Hepatic artery thrombosis in pediatric liver transplantation: graft salvage after thrombectomy.

作者信息

Garcia-Gallont R, Bar-Nathan N, Shaharabani E, Yussim A, Shapira R, Zahavi I, Shapira Z, Dinari G, Mor E

机构信息

Department of Transplantation, Amedesqua Hospital, Guatemala City, Guatemala.

出版信息

Pediatr Transplant. 1999 Feb;3(1):74-8. doi: 10.1034/j.1399-3046.1999.00012.x.

Abstract

Hepatic artery thrombosis (HAT) is a devastating complication that may occur after orthotopic liver transplantation (OLT). A higher incidence has been reported in children. Salvage of the graft by thrombectomy has been suggested as an alternative to re-transplantation. In this study we report the outcome of three children who underwent thrombectomy for HAT. Between January 1992 and June 1998, 14 children (< 17 yrs of age) underwent liver transplantation. Three developed HAT (one a whole-liver graft recipient, age 17; two living-related graft recipients, ages 4 and 4.5 yr).

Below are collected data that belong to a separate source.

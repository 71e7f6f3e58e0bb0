package org.ventcase.thermo;

/**
 * The cubic's parameters at one temperature and composition (van der Waals one-fluid mixing:
 * a = sum_i sum_j x_i x_j (1 - k_ij) sqrt(a_i a_j), b = sum_i x_i b_i), with the temperature
 * derivatives of a and the per-component sums needed by fugacity coefficients. For a pure fluid
 * a = a_i and b = b_i. The arrays are shared, not copied, for speed:
 * callers must not modify them.
 *
 * @param t      temperature, K
 * @param a      mixture a, Pa m6/mol2
 * @param dadt   da/dT at constant composition
 * @param d2adt2 d2a/dT2 at constant composition
 * @param b      mixture b, m3/mol
 * @param aBar   sum_j x_j a_ij for each component i
 * @param bi     b_i of each component
 */
public record MixParams(double t, double a, double dadt, double d2adt2, double b, double[] aBar, double[] bi) {
}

In the first patient, thrombosis of the hepatic artery was associated with scattered areas of parenchymal necrosis on computed tomography. In the two living-related patients, HAT was found incidentally during re-exploration for bleeding (day 2 and day 10). Thrombectomy was performed in all three patients. At 18-24 months after thrombectomy, all three children had normal graft function. In the first patient, complete regeneration of the liver has been documented by computed tomography and a late asymptomatic recurrent thrombosis is suggested by absence of arterial flow on Doppler examination. The hepatic artery is patent in the two living-related recipients. One of these living-related recipients developed ischemic bile duct stricture and underwent successful percutaneous balloon dilatation. We conclude that long-term normal graft function can be achieved by thrombectomy in pediatric liver recipients with HAT, even in the presence of limited parenchymal damage.

摘要

肝动脉血栓形成(HAT)是原位肝移植(OLT)后可能发生的一种严重并发症。据报道,其在儿童中的发生率较高。有人建议通过血栓切除术挽救移植肝,作为再次移植的替代方案。在本研究中,我们报告了3例因HAT接受血栓切除术的儿童的治疗结果。1992年1月至1998年6月期间,14例(年龄<17岁)儿童接受了肝移植。3例发生了HAT(1例为全肝移植受者,年龄17岁;2例为活体亲属供肝移植受者,年龄分别为4岁和4.5岁)。在第1例患者中,肝动脉血栓形成与计算机断层扫描显示的实质坏死散在区域相关。在2例活体亲属供肝患者中,HAT是在因出血再次探查时(第2天和第10天)偶然发现的。3例患者均接受了血栓切除术。血栓切除术后18 - 24个月时,3例儿童的移植肝功能均正常。在第1例患者中,计算机断层扫描已证实肝脏完全再生,而多普勒检查显示无动脉血流提示有晚期无症状复发性血栓形成。2例活体亲属供肝受者的肝动脉通畅。其中1例活体亲属供肝受者发生了缺血性胆管狭窄,并成功接受了经皮气囊扩张术。我们得出结论,即使存在有限的实质损伤,对于患有HAT的小儿肝移植受者,通过血栓切除术也可实现长期正常的移植肝功能。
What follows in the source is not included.